All of this is basically just eye candy, however, surrounding the film’s central thesis, which concerns our expectations of the future and responsibility towards it. I hesitate to say that Tomorrowland is, on some level, Interstellar for a family audience, but the two films both treat the manned space programme as a totemic symbol of human ambition and optimism, and its decline as a damning indictment of society’s lack of self-belief. Tomorrowland is certainly scathing in its analysis of what’s gone wrong: giving in to despair is easier than taking responsibility for making something better. (At this point I found myself in the odd position of agreeing with the film even as it felt like it was having a go at me personally.) You can’t fault Tomorrowland‘s idealism, optimism, or commitment to its ideas.

Unfortunately, great and worthy┬áideas don’t necessarily make for a great and worthwhile movie, even when coupled to visuals as lavish and inventive as Bird has come up with here. The key question one has to ask is this: who is this film made for? Because I fear it will struggle to find an audience: for all that the script and performances are filled with wit and intelligence, it still feels a bit too dry and preachy to really appeal to a young audience, while adults may find it a bit, well, juvenile.
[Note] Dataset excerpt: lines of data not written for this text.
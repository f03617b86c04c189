//! The server against a scripted link: what it answers, how much it does at once, what it survives.

mod app;
mod link;

use app::App;
use link::Link;
use strake_core::wire::{
    Acknowledge, ClockSet, ErrorCode, ErrorReply, Hello, Identity, Kind, Message, PlanBegin,
    PlanChunk, PlanCommit, PlanReply, SectorData, SectorEnd, SectorRequest, Status, StatusRequest,
    Text,
};

use super::Server;

/// A server with its link and application.
#[derive(Default)]
struct Device {
    server: Server,
    link: Link,
    app: App,
}

impl Device {
    /// Sends a request and returns the kind and body of every answer.
    fn ask<'m>(&mut self, request: &impl Message<'m>) -> Vec<(u8, Vec<u8>)> {
        self.link.push(request);
        self.run()
    }

    fn run(&mut self) -> Vec<(u8, Vec<u8>)> {
        for _ in 0..4000 {
            self.server.poll(&mut self.link, &mut self.app).unwrap();
        }
        assert!(self.server.is_idle());
        self.link.frames()
    }

    fn ask_one<'m>(&mut self, request: &impl Message<'m>) -> (u8, Vec<u8>) {
        let mut answers = self.ask(request);
        assert_eq!(answers.len(), 1, "{answers:?}");
        answers.remove(0)
    }

    fn refused<'m>(&mut self, request: &impl Message<'m>) -> ErrorReply {
        let (kind, body) = self.ask_one(request);
        assert_eq!(kind, Kind::ErrorReply.number());
        ErrorReply::decode(&body).unwrap()
    }

    fn plan_reply<'m>(&mut self, request: &impl Message<'m>) -> PlanReply {
        let (kind, body) = self.ask_one(request);
        assert_eq!(kind, Kind::PlanReply.number(), "{body:?}");
        PlanReply::decode(&body).unwrap()
    }
}

#[test]
fn greets_and_counts_the_link() {
    let mut device = Device::default();
    let (kind, body) = device.ask_one(&Hello { protocol: 1 });
    assert_eq!(kind, Kind::Identity.number());
    assert_eq!(Identity::decode(&body).unwrap().device_id.as_str(), "tank-7");
    // Hello is 01 01 and a check: six bytes, stuffed seven, closed eight.
    let (_, body) = device.ask_one(&StatusRequest {});
    let link = Status::decode(&body).unwrap().link;
    assert_eq!((link.bytes_in, link.bad_frames), (8 + 7, 0));
    assert_eq!(link.bytes_out, device.link.taken_before_last());
}

#[test]
fn finds_the_next_frame_after_garbage() {
    let mut device = Device::default();
    device.link.incoming.extend([5; 700]);
    device.link.incoming.extend([0, 0, 3, 1, 0]);
    let answers = device.ask(&Hello { protocol: 1 });
    assert_eq!(answers.len(), 1);
    assert_eq!(device.server.counters().bad_frames, 2);
}

#[test]
fn refuses_what_it_does_not_know() {
    let mut device = Device::default();
    let reply = |answers: Vec<(u8, Vec<u8>)>| ErrorReply::decode(&answers[0].1).unwrap();
    for kind in [0x00, 0x06, 0x7F, 0x80, Kind::Status.number(), 0xFE] {
        device.link.push_raw(kind, &[1, 2]);
        assert_eq!(reply(device.run()), ErrorCode::UnknownKind.reply(kind, u32::from(kind)));
    }
    for kind in [Kind::PartStatusRequest, Kind::ClockSet, Kind::PlanChunk, Kind::SectorRequest] {
        let kind = kind.number();
        device.link.push_raw(kind, &[]);
        assert_eq!(reply(device.run()), ErrorCode::Malformed.reply(kind, u32::from(kind)));
    }
}

#[test]
fn does_an_order_once_until_the_next_greeting() {
    let mut device = Device::default();
    for token in [7, 7, 8, 7] {
        device.ask_one(&ClockSet { token, utc_s: 1_800_000_000 });
    }
    assert_eq!(device.app.clock_sets, 3);
    device.ask_one(&Acknowledge { token: 7 });
    device.ask_one(&Acknowledge { token: 7 });
    device.ask_one(&Hello { protocol: 1 });
    device.ask_one(&Acknowledge { token: 7 });
    assert_eq!(device.app.acknowledged, 2);
}

#[test]
fn takes_a_plan_in_order_and_repeated_frames() {
    let mut device = Device::default();
    let begin = PlanBegin { length: 6, serial: 9, fingerprint: 77, device_id: Text::default() };
    assert_eq!(device.refused(&PlanCommit { fingerprint: 77 }).code, 5);
    assert_eq!(device.refused(&PlanChunk { offset: 0, bytes: &[1] }).code, 5);
    assert_eq!(device.plan_reply(&begin).received, 0);
    let late = device.refused(&PlanChunk { offset: 1, bytes: &[2] });
    assert_eq!((late.code, late.detail), (5, 0));
    assert_eq!(device.plan_reply(&PlanChunk { offset: 0, bytes: &[1, 2, 3, 4] }).received, 4);
    assert_eq!(device.plan_reply(&PlanChunk { offset: 0, bytes: &[1, 2] }).received, 4);
    assert_eq!(device.refused(&PlanCommit { fingerprint: 77 }).detail, 4);
    assert_eq!(device.refused(&PlanChunk { offset: 4, bytes: &[5, 6, 7] }).code, 5);
    assert_eq!(device.plan_reply(&PlanChunk { offset: 2, bytes: &[3, 4, 5, 6] }).received, 6);
    assert_eq!(device.app.plan, [1, 2, 3, 4, 5, 6]);
    device.app.busy = true;
    assert_eq!(device.refused(&PlanCommit { fingerprint: 77 }).code, 4);
    device.app.busy = false;
    for _ in 0..2 {
        assert!(device.plan_reply(&PlanCommit { fingerprint: 77 }).in_force);
    }
    assert_eq!(device.app.commits, 1);
}

#[test]
fn streams_the_units_asked_for() {
    let mut device = Device::default();
    let wanted = (0b111 << 1) | (1 << 5) | (1 << 12) | (1 << 31);
    let request = SectorRequest { ticket: 9, sequence: 4, wanted, frame_units: 2 };
    let answers = device.ask(&request);
    let (end, data) = answers.split_last().unwrap();
    let data: Vec<_> = data.iter().map(|(_, body)| SectorData::decode(body).unwrap()).collect();
    // 1600 bytes in use: unit 12 has 64 of them, unit 31 none.
    let shape: Vec<_> =
        data.iter().map(|data| (data.ticket, data.unit, data.bytes.len())).collect();
    assert_eq!(shape, [(9, 1, 256), (9, 3, 128), (9, 5, 128), (9, 12, 64)]);
    assert!(data.iter().all(|data| data.bytes.iter().all(|byte| *byte == data.unit)
        || data.bytes.len() == 256));
    let expected = SectorEnd { ticket: 9, code: 0, used: 1600 };
    assert_eq!((end.0, SectorEnd::decode(&end.1)), (Kind::SectorEnd.number(), Ok(expected)));
}

#[test]
fn a_sector_that_is_not_there_is_told_apart() {
    let mut device = Device::default();
    for (sequence, code) in [(3, ErrorCode::SectorGone), (5, ErrorCode::SectorNotYet)] {
        let request = SectorRequest { ticket: 1, sequence, wanted: 1, frame_units: 8 };
        let end = SectorEnd::decode(&device.ask_one(&request).1).unwrap();
        assert_eq!(end.code, code.number());
    }
    device.app.torn = true;
    let request = SectorRequest { ticket: 1, sequence: 4, wanted: 1, frame_units: 8 };
    let end = SectorEnd::decode(&device.ask_one(&request).1).unwrap();
    assert_eq!(end.code, ErrorCode::StorageFailed.number());
}

#[test]
fn another_request_ends_a_stream_and_too_many_are_dropped() {
    let mut device = Device::default();
    for ticket in 0..12 {
        let wanted = u32::MAX;
        device.link.push(&SectorRequest { ticket, sequence: 4, wanted, frame_units: 8 });
    }
    let answers = device.run();
    let ends = answers.iter().filter(|(kind, _)| *kind == Kind::SectorEnd.number()).count();
    assert!((8..12).contains(&ends), "{ends}");

    for ticket in 0..8 {
        let wanted = u32::MAX;
        device.link.push(&SectorRequest { ticket, sequence: 4, wanted, frame_units: 1 });
    }
    let answers = device.ask(&StatusRequest {});
    assert_eq!(answers.last().unwrap().0, Kind::Status.number());
    assert!(answers.len() < 20, "{}", answers.len());
}

#[test]
fn one_call_takes_and_builds_a_bounded_amount() {
    let mut device = Device::default();
    device.link.incoming.extend([7; 1000]);
    device.server.poll(&mut device.link, &mut device.app).unwrap();
    assert_eq!(device.link.incoming.len(), 1000 - 64);
    // A link that takes nothing holds nothing up, and loses nothing.
    let mut device = Device::default();
    device.link.full = true;
    device.link.push(&Hello { protocol: 1 });
    device.link.push(&StatusRequest {});
    for _ in 0..10 {
        device.server.poll(&mut device.link, &mut device.app).unwrap();
    }
    assert!(!device.server.is_idle() && device.link.outgoing.is_empty());
    device.link.full = false;
    assert_eq!(device.run().len(), 2);
    assert!(size_of::<Server>() <= 2560, "{}", size_of::<Server>());
}

#[test]
fn any_bytes_are_survived() {
    let mut state = 1_u64;
    let mut next = || {
        state = state.wrapping_mul(6_364_136_223_846_793_005).wrapping_add(1);
        u8::try_from(state >> 56).unwrap()
    };
    let mut device = Device::default();
    for _ in 0..3000 {
        // Bodies of any content under a right check reach every arm.
        let kind = Kind::ALL[usize::from(next()) % Kind::ALL.len()].number();
        let length = usize::from(next()) % 40;
        let body: Vec<u8> = (0..length).map(|_| next() >> (next() % 8)).collect();
        device.link.push_raw(kind, &body);
        device.link.incoming.extend((0..next() % 4).map(|_| next()));
        for _ in 0..50 {
            device.server.poll(&mut device.link, &mut device.app).unwrap();
        }
        device.link.outgoing.clear();
    }
    device.run();
    device.link.incoming.push_back(0);
    assert_eq!(device.ask_one(&Hello { protocol: 1 }).0, Kind::Identity.number());
}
Those in between will probably conclude that it’s just not cool to care any more. Too often Tomorrowland feels like it’s been written to service a theme, rather than characters or story – it’s a slightly too obvious parable, rather than a piece of entertainment with a message.

This is the main problem, next to which a few minor ones are less significant: the structure feels odd, with the actual breakthrough into the hidden world not really happening in earnest until the final act, while there is at least one major special-effects set piece that feels crowbarred in – and, more seriously, it’s strangely joyless when it should be enchanting and stirring.

Then again, that’s probably Tomorrowland in a nutshell – it’s so concerned with imploring the audience to be more hopeful and positive that it ends up being a lot less fun than it could have been. I rather imagine this is one of those films that won’t make much of an impact on the box office on its original release, but will be rediscovered and hailed as a laudable, flawed masterpiece in a few years time. There’s certainly very little wrong with its technical achievement, nor with its intentions. It’s just that the actual story isn’t quite up to the same standard as either, and in the end the story is the most important thing.